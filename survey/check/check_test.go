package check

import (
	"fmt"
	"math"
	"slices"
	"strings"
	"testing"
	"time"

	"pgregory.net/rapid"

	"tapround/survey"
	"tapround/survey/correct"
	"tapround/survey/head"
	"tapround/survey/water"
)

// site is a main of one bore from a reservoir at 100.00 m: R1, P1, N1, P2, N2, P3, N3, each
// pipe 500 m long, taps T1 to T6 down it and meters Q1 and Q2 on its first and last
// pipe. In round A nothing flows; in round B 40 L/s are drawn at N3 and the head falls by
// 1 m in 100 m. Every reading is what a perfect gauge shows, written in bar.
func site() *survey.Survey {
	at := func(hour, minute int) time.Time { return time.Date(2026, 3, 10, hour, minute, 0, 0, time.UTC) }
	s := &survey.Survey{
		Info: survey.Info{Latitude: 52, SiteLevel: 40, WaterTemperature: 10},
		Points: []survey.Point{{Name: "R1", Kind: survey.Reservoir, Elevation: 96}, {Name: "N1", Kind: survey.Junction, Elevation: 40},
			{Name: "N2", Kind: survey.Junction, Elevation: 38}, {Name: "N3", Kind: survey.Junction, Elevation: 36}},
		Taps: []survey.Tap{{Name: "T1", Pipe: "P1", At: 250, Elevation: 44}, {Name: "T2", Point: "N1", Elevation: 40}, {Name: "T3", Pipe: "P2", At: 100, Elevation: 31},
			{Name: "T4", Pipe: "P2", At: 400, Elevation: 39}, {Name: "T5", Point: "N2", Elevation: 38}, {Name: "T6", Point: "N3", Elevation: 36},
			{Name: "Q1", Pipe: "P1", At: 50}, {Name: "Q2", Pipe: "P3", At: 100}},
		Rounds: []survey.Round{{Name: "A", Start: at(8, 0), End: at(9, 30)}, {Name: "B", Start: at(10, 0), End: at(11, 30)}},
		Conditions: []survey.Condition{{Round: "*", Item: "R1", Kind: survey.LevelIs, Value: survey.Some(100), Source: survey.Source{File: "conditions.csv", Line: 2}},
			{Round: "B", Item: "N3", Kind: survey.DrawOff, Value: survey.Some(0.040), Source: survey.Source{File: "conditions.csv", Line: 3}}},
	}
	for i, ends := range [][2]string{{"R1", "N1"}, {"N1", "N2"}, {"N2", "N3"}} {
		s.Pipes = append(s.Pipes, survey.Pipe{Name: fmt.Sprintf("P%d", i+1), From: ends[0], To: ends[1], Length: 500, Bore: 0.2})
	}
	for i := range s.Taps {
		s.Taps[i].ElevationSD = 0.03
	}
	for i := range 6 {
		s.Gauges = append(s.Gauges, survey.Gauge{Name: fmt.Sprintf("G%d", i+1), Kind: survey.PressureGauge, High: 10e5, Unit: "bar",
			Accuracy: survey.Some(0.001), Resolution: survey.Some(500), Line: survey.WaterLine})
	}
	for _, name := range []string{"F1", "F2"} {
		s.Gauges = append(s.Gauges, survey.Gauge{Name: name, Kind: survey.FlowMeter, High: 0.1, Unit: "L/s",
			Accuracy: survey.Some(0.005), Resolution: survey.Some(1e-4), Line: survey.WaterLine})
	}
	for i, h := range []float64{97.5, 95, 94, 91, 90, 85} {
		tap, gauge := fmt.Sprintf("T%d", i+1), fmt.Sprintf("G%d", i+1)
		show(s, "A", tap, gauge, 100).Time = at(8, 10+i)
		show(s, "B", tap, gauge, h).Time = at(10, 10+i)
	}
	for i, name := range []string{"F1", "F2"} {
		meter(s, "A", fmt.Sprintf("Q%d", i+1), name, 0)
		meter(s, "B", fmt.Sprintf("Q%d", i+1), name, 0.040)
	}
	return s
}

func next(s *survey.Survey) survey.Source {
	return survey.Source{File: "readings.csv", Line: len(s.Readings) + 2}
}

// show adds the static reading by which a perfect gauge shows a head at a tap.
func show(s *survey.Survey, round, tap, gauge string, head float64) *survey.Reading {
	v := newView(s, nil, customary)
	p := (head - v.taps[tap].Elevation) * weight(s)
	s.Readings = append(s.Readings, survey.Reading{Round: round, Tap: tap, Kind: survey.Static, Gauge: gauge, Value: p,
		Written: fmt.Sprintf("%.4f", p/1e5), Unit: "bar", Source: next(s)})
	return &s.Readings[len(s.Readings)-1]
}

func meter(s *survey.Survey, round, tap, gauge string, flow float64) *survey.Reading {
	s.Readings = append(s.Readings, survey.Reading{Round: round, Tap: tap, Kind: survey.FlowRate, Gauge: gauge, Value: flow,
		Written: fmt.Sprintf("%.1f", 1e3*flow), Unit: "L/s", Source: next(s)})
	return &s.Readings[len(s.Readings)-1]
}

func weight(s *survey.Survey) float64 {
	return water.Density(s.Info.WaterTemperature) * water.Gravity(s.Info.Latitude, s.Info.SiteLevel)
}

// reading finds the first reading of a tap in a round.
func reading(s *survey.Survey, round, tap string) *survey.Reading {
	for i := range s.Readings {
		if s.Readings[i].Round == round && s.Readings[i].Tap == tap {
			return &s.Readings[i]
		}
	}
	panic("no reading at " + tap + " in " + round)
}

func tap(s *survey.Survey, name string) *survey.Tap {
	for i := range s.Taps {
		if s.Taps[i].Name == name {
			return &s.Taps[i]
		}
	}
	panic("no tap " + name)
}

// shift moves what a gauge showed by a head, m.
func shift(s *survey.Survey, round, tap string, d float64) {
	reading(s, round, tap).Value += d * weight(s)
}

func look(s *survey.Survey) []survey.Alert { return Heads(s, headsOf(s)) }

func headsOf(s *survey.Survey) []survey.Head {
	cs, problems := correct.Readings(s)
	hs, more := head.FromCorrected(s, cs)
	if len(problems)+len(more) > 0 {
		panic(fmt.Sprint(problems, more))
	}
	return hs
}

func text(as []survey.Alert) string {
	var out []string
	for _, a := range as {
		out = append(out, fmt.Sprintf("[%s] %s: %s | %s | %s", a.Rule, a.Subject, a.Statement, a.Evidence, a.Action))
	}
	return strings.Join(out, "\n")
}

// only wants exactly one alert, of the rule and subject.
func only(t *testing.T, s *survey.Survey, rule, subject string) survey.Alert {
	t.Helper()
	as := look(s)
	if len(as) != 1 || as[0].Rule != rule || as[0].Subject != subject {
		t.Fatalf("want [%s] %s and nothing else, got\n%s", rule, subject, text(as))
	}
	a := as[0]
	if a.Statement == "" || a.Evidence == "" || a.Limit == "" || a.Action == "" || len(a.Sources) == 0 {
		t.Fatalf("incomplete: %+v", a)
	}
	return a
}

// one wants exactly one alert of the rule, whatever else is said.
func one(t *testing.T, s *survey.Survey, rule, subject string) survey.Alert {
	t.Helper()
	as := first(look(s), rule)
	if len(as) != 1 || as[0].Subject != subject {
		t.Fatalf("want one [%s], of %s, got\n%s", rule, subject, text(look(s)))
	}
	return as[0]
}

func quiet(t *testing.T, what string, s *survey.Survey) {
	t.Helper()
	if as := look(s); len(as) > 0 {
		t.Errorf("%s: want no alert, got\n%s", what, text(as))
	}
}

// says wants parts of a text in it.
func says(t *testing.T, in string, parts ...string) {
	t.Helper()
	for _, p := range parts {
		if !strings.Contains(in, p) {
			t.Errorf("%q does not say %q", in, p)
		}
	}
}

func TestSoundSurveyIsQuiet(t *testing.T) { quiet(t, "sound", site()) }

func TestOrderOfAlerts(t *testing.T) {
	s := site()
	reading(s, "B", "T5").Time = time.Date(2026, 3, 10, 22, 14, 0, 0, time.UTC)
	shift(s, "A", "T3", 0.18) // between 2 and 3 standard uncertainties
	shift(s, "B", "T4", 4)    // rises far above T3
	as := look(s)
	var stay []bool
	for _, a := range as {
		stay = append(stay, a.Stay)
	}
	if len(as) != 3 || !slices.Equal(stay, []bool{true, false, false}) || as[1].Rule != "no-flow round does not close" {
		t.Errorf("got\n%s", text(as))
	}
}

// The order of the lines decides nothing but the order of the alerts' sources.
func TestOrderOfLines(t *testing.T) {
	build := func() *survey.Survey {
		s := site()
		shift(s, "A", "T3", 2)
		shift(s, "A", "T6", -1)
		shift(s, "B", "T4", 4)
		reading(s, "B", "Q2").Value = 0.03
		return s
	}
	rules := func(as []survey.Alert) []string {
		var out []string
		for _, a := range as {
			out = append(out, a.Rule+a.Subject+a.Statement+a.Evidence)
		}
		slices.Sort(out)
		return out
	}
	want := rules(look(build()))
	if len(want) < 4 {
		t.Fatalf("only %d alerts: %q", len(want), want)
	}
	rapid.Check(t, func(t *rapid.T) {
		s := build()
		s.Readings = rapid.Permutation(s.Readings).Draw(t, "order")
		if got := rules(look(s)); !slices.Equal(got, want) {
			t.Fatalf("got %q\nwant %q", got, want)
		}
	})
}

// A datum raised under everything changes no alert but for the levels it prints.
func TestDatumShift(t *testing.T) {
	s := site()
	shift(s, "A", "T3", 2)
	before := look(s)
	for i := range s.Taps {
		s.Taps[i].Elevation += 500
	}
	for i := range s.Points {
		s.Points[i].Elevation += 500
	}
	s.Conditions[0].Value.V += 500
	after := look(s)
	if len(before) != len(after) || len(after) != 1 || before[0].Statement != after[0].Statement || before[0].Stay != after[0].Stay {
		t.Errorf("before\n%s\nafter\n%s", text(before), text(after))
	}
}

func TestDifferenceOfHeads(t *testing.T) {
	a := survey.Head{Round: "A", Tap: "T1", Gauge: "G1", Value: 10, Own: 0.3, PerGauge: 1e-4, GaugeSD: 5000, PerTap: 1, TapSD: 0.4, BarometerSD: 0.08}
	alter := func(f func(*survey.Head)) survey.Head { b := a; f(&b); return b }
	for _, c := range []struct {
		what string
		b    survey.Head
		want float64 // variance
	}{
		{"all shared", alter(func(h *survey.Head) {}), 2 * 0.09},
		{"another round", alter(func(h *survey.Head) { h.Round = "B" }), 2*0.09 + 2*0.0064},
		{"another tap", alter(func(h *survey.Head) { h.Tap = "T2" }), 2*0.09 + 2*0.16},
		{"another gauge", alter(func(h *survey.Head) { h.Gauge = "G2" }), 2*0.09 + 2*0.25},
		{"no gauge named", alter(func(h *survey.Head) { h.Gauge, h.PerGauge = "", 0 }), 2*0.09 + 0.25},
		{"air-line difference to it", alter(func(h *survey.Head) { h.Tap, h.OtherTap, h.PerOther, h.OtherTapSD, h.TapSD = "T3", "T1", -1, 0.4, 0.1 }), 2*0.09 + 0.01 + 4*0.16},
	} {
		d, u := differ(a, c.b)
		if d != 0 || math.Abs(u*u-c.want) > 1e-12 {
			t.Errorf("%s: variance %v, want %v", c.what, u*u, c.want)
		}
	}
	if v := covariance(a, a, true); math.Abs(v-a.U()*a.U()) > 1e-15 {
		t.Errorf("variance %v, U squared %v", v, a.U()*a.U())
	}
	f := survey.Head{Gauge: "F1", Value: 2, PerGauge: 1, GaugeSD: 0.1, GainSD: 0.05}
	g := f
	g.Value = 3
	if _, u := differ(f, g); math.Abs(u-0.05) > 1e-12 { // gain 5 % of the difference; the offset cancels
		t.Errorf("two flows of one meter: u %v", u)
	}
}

What is required –
Among the records above, only the lines between the line holding "build := func()" and the line holding "after := look(s)", inclusive, are to be output, exactly as written.

Result of this task –
	build := func() *survey.Survey {
		s := site()
		shift(s, "A", "T3", 2)
		shift(s, "A", "T6", -1)
		shift(s, "B", "T4", 4)
		reading(s, "B", "Q2").Value = 0.03
		return s
	}
	rules := func(as []survey.Alert) []string {
		var out []string
		for _, a := range as {
			out = append(out, a.Rule+a.Subject+a.Statement+a.Evidence)
		}
		slices.Sort(out)
		return out
	}
	want := rules(look(build()))
	if len(want) < 4 {
		t.Fatalf("only %d alerts: %q", len(want), want)
	}
	rapid.Check(t, func(t *rapid.T) {
		s := build()
		s.Readings = rapid.Permutation(s.Readings).Draw(t, "order")
		if got := rules(look(s)); !slices.Equal(got, want) {
			t.Fatalf("got %q\nwant %q", got, want)
		}
	})
}

// A datum raised under everything changes no alert but for the levels it prints.
func TestDatumShift(t *testing.T) {
	s := site()
	shift(s, "A", "T3", 2)
	before := look(s)
	for i := range s.Taps {
		s.Taps[i].Elevation += 500
	}
	for i := range s.Points {
		s.Points[i].Elevation += 500
	}
	s.Conditions[0].Value.V += 500
	after := look(s)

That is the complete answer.